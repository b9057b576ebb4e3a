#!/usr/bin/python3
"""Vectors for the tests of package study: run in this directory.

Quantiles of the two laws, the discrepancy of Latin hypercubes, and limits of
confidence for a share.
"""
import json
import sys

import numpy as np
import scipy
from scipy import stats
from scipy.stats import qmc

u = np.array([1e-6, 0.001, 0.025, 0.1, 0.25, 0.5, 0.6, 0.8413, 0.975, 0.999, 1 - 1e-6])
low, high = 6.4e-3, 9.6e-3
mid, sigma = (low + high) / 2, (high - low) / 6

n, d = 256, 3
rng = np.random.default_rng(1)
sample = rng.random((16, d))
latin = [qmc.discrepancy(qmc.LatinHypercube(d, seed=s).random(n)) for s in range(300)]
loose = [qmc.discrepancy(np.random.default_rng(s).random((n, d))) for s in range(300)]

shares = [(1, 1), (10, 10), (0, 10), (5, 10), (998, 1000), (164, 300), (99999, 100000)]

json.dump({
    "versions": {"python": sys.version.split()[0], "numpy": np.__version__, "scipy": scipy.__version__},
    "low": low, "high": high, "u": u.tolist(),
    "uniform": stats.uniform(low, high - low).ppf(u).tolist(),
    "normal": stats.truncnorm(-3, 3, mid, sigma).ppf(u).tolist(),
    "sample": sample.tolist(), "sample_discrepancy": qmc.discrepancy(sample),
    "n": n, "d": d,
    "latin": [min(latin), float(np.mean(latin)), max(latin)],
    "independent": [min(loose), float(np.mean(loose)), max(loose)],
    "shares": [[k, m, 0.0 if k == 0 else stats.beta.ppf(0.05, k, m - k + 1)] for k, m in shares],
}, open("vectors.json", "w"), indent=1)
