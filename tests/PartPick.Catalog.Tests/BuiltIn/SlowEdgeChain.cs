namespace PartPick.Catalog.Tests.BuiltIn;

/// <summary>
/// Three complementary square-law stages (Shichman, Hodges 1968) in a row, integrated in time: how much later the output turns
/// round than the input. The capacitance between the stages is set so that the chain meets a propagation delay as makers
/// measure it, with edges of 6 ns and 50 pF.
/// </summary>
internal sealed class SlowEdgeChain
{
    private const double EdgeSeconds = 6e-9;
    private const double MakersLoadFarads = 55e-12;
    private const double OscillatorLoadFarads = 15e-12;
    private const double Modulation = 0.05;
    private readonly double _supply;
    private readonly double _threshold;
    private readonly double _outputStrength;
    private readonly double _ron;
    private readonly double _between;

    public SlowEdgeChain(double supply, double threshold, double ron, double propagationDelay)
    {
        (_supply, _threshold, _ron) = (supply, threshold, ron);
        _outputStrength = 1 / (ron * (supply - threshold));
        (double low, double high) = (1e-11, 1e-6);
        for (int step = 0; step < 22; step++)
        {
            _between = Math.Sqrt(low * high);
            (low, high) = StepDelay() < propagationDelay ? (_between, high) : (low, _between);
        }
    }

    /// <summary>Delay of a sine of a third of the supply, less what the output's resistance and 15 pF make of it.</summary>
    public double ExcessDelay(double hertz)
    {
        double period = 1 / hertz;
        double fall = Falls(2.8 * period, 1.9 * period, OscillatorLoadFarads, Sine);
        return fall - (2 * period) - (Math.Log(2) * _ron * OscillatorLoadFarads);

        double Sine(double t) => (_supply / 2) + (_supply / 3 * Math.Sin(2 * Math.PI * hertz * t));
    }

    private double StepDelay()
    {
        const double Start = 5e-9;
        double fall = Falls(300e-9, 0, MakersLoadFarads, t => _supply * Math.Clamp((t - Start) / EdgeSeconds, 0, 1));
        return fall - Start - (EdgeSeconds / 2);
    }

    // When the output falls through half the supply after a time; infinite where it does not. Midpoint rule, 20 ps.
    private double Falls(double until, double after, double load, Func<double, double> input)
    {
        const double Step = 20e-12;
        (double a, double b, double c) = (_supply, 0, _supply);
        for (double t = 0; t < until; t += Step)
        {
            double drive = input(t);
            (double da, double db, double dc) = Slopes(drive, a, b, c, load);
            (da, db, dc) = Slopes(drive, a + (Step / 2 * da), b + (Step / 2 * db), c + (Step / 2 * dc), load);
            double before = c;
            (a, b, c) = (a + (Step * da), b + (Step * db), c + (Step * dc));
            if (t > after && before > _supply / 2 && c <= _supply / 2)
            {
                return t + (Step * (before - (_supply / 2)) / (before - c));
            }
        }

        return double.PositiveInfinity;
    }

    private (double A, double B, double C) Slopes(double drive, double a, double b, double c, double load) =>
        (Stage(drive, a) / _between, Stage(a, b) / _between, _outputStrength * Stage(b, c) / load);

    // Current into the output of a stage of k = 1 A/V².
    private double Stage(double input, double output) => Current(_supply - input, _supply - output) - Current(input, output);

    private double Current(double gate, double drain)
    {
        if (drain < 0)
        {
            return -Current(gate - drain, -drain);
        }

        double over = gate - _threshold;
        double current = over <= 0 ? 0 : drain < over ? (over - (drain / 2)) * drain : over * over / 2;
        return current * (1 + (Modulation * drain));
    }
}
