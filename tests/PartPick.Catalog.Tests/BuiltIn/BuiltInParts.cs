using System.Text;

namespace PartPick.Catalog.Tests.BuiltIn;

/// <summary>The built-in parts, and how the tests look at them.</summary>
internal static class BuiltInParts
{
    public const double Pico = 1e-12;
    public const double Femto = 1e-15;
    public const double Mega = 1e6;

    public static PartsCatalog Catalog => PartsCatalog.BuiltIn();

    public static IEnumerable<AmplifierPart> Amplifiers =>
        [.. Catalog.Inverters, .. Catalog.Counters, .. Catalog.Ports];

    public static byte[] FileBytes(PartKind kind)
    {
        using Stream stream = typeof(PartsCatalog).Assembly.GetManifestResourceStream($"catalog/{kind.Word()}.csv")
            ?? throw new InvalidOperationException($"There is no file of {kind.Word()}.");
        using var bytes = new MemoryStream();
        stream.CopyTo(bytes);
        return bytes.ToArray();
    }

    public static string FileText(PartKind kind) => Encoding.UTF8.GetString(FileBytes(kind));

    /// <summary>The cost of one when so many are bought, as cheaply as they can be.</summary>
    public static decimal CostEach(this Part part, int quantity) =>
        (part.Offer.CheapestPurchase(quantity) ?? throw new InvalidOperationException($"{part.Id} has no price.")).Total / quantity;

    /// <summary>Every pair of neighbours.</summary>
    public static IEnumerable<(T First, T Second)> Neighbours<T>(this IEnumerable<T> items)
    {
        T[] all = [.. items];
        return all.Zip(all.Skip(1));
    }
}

WHAT YOU WILL DO:
Using the entries above, give again exactly the lines from the line holding "public static byte[]" through the line holding "public static string". Include both end lines and nothing else.

RESPONSE TO THE EXERCISE:
    public static byte[] FileBytes(PartKind kind)
    {
        using Stream stream = typeof(PartsCatalog).Assembly.GetManifestResourceStream($"catalog/{kind.Word()}.csv")
            ?? throw new InvalidOperationException($"There is no file of {kind.Word()}.");
        using var bytes = new MemoryStream();
        stream.CopyTo(bytes);
        return bytes.ToArray();
    }

    public static string FileText(PartKind kind) => Encoding.UTF8.GetString(FileBytes(kind));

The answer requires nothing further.